1.283049e+08 unique edge(s) processed in 18.308235s (7.008041 Medges/s on 4 processor(s))
[../b40c/graph/bfs/csr_problem_2d.cuh, 697] CsrProblem cudaMalloc frontier_queues.d_values failed (CUDA error 2: out of memory)
[cuda/cuda_bfs.cu, 486] Reset error. (CUDA error 2: out of memory)
MPI_ABORT was invoked on rank 0 in communicator MPI_COMM_WORLD
with errorcode 1.

Troubleshooting

Problem: In the .out file of Slurm/ Sbatch execution I get the text:

S=C=A=N: Abort: No SCOREP instrumentation found in target ../cpu_2d/g500

Solution:

The instrumentation is activated for the runtime execution (i.e: the binary is being run prefixed with scalasca).

Disable it with:

$ export G500_ENABLE_RUNTIME_SCALASCA=no

Author

Computer Engineering Group - Ruprecht-Karls University of Heidelberg

LICENSE

Redistribution and use in source and binary forms, with or without modification, are permitted provided that the following conditions are met:

Redistributions of source code must retain the above copyright notice, this list of conditions and the following disclaimer.
Redistributions in binary form must reproduce the above copyright notice, this list of conditions and the following disclaimer in the documentation and/or other materials provided with the distribution.
Neither the name of <project> nor the names of its contributors may be used to endorse or promote products derived from this software without specific prior written permission.
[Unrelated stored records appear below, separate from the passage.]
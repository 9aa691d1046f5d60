package benchtrue.run;

import benchtrue.alarm.Monitor;
import benchtrue.model.Observation;
import benchtrue.sheet.BenchSheet;
import benchtrue.sheet.Channel;
import benchtrue.sheet.Derived;
import benchtrue.source.Source;
import java.util.ArrayList;
import java.util.List;
import org.jspecify.annotations.Nullable;

/** What the screen sees of an engine: keeps short histories and copies all into snapshots. */
final class Views {
    private static final int TREND = 120;
    /** Points of a trend are at least so many seconds apart. */
    private static final double TREND_STEP = 0.5;

    private final Engine engine;
    private final List<GroupViews> groups = new ArrayList<>();
    private final Advising advising;
    private final Stopping stopping;
    private final Recent[] trends;
    private final double[] lastSeen;
    private final double[] lastKept;
    private @Nullable Spell spell;

    Views(Engine engine) {
        this.engine = engine;
        advising = new Advising(engine);
        stopping = new Stopping(engine);
        BenchSheet sheet = engine.setup().sheet();
        int channels = sheet.channels().size() + sheet.derived().size();
        trends = new Recent[channels];
        lastSeen = new double[channels];
        lastKept = new double[channels];
        for (int i = 0; i < channels; i++) {
            trends[i] = new Recent(TREND);
            lastSeen[i] = Double.NaN;
            lastKept[i] = Double.NEGATIVE_INFINITY;
        }
        for (GroupRun group : engine.groups()) {
            groups.add(new GroupViews(engine, group));
        }
    }

    /** @param begins whether a new spell begins, or the present one ends */
    void observe(boolean begins) {
        spell = begins ? new Spell(engine.setup().sheet()) : null;
    }

    /** To be called after each reading. */
    void reading() {
        stopping.reading();
        Observation observation = engine.rows().observation();
        double time = engine.time();
        for (int i = 0; i < trends.length; i++) {
            double value = observation.values[i];
            if (!Double.isNaN(value)) {
                lastSeen[i] = time;
                if (!(Math.abs(time - lastKept[i]) < TREND_STEP)) {
                    lastKept[i] = time;
                    trends[i].add(value);
                }
            }
        }
        if (spell != null) {
            spell.add(time, observation.values);
        }
        for (int g = 0; g < groups.size(); g++) {
            groups.get(g).reading();
        }
    }

    /** @param readingAge seconds of the wall clock since the last reading; NaN for a replay */
    Snapshot snapshot(Snapshot.Phase phase, double pace, Source source, double readingAge, @Nullable Closing closing) {
        Setup setup = engine.setup();
        BenchSheet sheet = setup.sheet();
        List<Snapshot.RelationView> relations = new ArrayList<>();
        groups.forEach(group -> group.addTo(relations));
        Monitor monitor = engine.monitor();
        return new Snapshot(
                setup.live(),
                sheet.title(),
                sheet.item(),
                setup.sourceName(),
                phase,
                engine.reading(),
                engine.time(),
                source.progress(),
                pace,
                readingAge,
                engine.acts().onHold(),
                counts(source),
                channels(sheet, monitor),
                relations,
                monitor.book().alarms(),
                advising.advice(),
                notices(),
                stopping.whyNotYet(),
                stopping.points(),
                engine.acts().setUp(),
                spell == null ? null : spell.view(),
                closing);
    }

    private Snapshot.Counts counts(Source source) {
        Tally tally = engine.tally();
        return new Snapshot.Counts(
                tally.seen(),
                tally.count(Tally.Fate.USED),
                tally.count(Tally.Fate.HELD_OUT),
                tally.count(Tally.Fate.EXCLUDED),
                tally.malformedCount(),
                tally.count(Tally.Fate.MISSING),
                engine.monitor().gaps(),
                source.lost(),
                source.queued());
    }

    private List<Snapshot.ChannelView> channels(BenchSheet sheet, Monitor monitor) {
        List<Snapshot.ChannelView> views = new ArrayList<>();
        int index = 0;
        for (Channel channel : sheet.channels()) {
            views.add(channel(index, channel.name(), channel.unit().symbol(), monitor.channelStatus(index)));
            index++;
        }
        for (Derived derived : sheet.derived()) {
            views.add(channel(index, derived.name(), derived.expression().unit().symbol(), "derived"));
            index++;
        }
        return views;
    }

    private Snapshot.ChannelView channel(int index, String name, String unit, String status) {
        double value = engine.reading() == 0 ? Double.NaN : engine.rows().observation().values[index];
        return new Snapshot.ChannelView(
                name, unit, value, engine.time() - lastSeen[index], status, trends[index].copy());
    }

    private List<String> notices() {
        List<String> notices = new ArrayList<>(engine.monitor().notices());
        if (engine.acts().onHold()) {
            notices.add("estimates are held by the operator");
        }
        for (GroupRun group : engine.groups()) {
            String waiting = engine.adoption(group.index()).waitingFor();
            if (!waiting.isEmpty()) {
                notices.add("reference model not adopted yet: " + waiting);
            }
        }
        return notices;
    }
}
THIS SOFTWARE IS PROVIDED BY THE COPYRIGHT HOLDERS AND CONTRIBUTORS "AS IS” AND ANY EXPRESS OR IMPLIED WARRANTIES, INCLUDING, BUT NOT LIMITED TO, THE IMPLIED WARRANTIES OF MERCHANTABILITY AND FITNESS FOR A PARTICULAR PURPOSE ARE

DISCLAIMED. IN NO EVENT SHALL THE COPYRIGHT HOLDER OR CONTRIBUTORS BE LIABLE FOR ANY DIRECT, INDIRECT, INCIDENTAL, SPECIAL, EXEMPLARY, OR CONSEQUENTIAL DAMAGES (INCLUDING, BUT NOT LIMITED TO, PROCUREMENT OF SUBSTITUTE GOODS OR SERVICES; LOSS OF USE, DATA, OR PROFITS; OR BUSINESS INTERRUPTION) HOWEVER CAUSED AND ON ANY THEORY OF LIABILITY, WHETHER IN CONTRACT, STRICT LIABILITY, OR TORT (INCLUDING NEGLIGENCE OR OTHERWISE) ARISING IN ANY WAY OUT OF THE USE OF THIS SOFTWARE, EVEN IF ADVISED OF THE POSSIBILITY OF SUCH DAMAGE.